Aim of the task: Your answer should be one number: the count of lines in the records that include the word "return".

Supplied records:
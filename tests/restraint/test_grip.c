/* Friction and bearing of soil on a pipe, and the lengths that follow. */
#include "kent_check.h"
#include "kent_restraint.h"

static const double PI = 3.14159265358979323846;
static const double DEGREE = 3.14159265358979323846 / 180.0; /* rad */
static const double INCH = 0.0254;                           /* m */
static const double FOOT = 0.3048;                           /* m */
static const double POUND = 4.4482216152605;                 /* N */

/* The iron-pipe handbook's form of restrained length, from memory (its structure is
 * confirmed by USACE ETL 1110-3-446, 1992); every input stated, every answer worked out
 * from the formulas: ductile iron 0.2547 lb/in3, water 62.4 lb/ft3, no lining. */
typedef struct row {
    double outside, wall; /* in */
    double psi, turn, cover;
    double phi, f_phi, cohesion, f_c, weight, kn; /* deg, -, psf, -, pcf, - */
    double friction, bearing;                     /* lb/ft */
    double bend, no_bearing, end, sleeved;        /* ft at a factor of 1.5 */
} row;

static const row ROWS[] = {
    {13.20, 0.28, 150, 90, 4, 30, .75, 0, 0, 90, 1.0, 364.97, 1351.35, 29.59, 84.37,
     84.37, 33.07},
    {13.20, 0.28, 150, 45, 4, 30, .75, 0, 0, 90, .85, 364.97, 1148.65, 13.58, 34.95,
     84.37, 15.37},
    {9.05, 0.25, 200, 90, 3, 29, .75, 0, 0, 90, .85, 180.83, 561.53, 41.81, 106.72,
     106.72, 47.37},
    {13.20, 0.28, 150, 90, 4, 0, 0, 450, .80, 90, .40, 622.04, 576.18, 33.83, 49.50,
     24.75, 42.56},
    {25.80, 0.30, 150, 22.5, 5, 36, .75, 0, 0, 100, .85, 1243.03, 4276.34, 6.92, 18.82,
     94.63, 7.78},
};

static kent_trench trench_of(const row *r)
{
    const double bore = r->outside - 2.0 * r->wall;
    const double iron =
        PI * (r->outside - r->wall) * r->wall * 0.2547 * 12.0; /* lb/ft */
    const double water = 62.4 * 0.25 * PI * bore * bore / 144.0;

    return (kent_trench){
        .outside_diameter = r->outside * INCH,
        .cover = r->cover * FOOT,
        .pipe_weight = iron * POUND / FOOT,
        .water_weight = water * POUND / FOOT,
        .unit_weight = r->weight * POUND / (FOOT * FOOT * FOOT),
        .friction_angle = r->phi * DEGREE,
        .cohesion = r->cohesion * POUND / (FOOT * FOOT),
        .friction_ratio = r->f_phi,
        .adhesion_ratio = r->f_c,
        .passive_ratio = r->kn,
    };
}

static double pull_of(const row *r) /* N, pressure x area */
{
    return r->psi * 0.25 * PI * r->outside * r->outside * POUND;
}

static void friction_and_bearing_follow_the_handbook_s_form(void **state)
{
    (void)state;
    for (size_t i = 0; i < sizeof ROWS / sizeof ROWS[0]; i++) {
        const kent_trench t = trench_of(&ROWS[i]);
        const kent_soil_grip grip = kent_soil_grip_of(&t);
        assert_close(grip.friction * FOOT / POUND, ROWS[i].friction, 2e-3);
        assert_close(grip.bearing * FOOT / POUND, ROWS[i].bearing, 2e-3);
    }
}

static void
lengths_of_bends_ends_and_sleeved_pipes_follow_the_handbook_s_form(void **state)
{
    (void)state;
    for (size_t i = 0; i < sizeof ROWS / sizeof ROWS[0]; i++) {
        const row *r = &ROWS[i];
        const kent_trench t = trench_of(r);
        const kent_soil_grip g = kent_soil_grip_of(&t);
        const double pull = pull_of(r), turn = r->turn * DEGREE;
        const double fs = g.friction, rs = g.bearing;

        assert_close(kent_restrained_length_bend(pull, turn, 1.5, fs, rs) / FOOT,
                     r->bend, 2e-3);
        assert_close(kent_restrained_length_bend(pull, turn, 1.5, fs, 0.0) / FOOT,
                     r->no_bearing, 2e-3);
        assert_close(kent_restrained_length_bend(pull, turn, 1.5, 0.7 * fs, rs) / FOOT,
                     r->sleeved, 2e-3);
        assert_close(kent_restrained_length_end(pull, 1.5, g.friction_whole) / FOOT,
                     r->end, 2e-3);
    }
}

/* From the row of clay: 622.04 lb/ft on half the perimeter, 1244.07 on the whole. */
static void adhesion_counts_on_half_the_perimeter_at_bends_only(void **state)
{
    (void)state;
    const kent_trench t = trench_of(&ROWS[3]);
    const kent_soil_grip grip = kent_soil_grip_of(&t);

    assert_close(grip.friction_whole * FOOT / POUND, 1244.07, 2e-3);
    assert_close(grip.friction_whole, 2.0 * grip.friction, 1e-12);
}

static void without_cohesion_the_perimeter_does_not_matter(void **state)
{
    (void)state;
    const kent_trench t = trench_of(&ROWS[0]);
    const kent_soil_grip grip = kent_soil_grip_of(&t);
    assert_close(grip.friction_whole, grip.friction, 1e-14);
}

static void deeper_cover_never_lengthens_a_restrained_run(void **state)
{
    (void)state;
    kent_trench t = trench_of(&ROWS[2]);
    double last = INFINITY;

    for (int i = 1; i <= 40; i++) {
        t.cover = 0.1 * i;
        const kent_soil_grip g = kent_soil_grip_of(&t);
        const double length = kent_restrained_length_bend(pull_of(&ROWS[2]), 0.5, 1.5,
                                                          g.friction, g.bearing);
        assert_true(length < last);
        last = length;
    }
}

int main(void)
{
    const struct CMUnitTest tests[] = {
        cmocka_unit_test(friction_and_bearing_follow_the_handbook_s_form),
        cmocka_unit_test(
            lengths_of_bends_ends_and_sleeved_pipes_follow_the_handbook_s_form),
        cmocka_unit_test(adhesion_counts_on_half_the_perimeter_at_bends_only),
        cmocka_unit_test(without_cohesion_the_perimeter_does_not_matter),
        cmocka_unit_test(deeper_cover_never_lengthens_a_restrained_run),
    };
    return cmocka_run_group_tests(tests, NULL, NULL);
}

Response: 3